> **WORK TASK**: Where a line below holds the string "notes", copy that line.

[Stored data entries]
====

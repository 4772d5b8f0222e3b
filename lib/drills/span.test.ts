import Fraction from "fraction.js";
import { describe, expect, test } from "vitest";
import type { NoteEvent, TieFlag } from "../score/types";
import { DEFAULT_PROFILE, keyDistanceMm, profileFromInches, spanLimits } from "./hand";
import { measureSpan } from "./span";
import { pitchFromName } from "./spell";

let ids = 0;
/** One right-hand note: name, onset and duration in quarters, optional tie and finger. */
function note(name: string, onset: number, duration: number, tie: TieFlag = "none", finger?: number): NoteEvent {
  return {
    id: `s${++ids}`, part: "P1", staff: 1, voice: "1", measure: 0,
    onset: new Fraction(onset), duration: new Fraction(duration),
    written: { type: "quarter", dots: 0, tuplet: null }, pitch: pitchFromName(name), chord: false, tie,
    ...(finger ? { fingering: [{ finger }] } : {}),
  } as NoteEvent;
}

describe("measureSpan over notes that sound together", () => {
  test("a held C4 with E5 struck later while it sounds is one stretch of a tenth", () => {
    // Held-tone shape: C4 held a whole bar; D4 and E4 pass; E5 struck on beat 4 while C4 still sounds.
    const events = [note("C4", 0, 4), note("D4", 1, 1), note("E4", 2, 1), note("E5", 3, 1)];
    const r = measureSpan(events, DEFAULT_PROFILE)!;
    // FACTS.md §1: white keys are octave/7 apart; C4–E5 spans 9 white steps = 9 × 165.1 / 7 ≈ 212.3 mm.
    expect(r.semitones).toBe(16);
    expect(r.mm).toBeCloseTo((9 * 165.1) / 7, 1);
    expect(r.mm).toBeCloseTo(keyDistanceMm(60, 76), 1);
    // Over the default hand's comfortable limit (spanLimits: the profile's spanMm).
    expect(r.mm).toBeGreaterThan(spanLimits(DEFAULT_PROFILE).comfortable);
    expect(r.overComfortable).toBe(true);
  });

  test("the same notes struck one after another (no overlap) measure no stretch", () => {
    // C4 ends exactly where E5 starts: legato, not held together.
    const events = [note("C4", 0, 3), note("E5", 3, 1)];
    const r = measureSpan(events, DEFAULT_PROFILE)!;
    expect(r.semitones).toBe(0);
    expect(r.overComfortable).toBe(false);
  });

  test("a tied held note counts for its whole length (ties merged)", () => {
    // C4 tied over the bar line (2 + 2 quarters), E5 struck at beat 3 under the tie's second half.
    const events = [note("C4", 0, 2, "start"), note("C4", 2, 2, "stop"), note("E5", 3, 1)];
    const r = measureSpan(events, DEFAULT_PROFILE)!;
    expect(r.semitones).toBe(16);
    expect(r.overComfortable).toBe(true);
  });

  test("an octave held under a passing note stays comfortable for the default hand", () => {
    // FACTS.md §1: an octave is 165.1 mm, under the default comfortable 177.1 mm (hand.ts).
    const events = [note("C4", 0, 2), note("G4", 1, 1), note("C5", 1.5, 0.5)];
    const r = measureSpan(events, DEFAULT_PROFILE)!;
    expect(r.semitones).toBe(12);
    expect(r.mm).toBeCloseTo(165.1, 1);
    expect(r.overComfortable).toBe(false);
  });

  test("a tenth is within a 8.5 in hand's practical reach but over its comfortable span", () => {
    // FACTS.md §4: PASK's benchmark — an 8.5 in span is needed to play a tenth.
    const r = measureSpan([note("C4", 0, 4), note("E5", 2, 1)], profileFromInches(8.5))!;
    expect(r.overComfortable).toBe(true);
    expect(r.overPractical).toBe(false);
  });

  test("rests and single notes give a zero stretch; no notes gives null", () => {
    expect(measureSpan([note("C4", 0, 1)], DEFAULT_PROFILE)?.semitones).toBe(0);
    expect(measureSpan([], DEFAULT_PROFILE)).toBeNull();
  });
});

====

> **EXPECTED OUTPUT**:
describe("measureSpan over notes that sound together", () => {
  test("the same notes struck one after another (no overlap) measure no stretch", () => {
  test("rests and single notes give a zero stretch; no notes gives null", () => {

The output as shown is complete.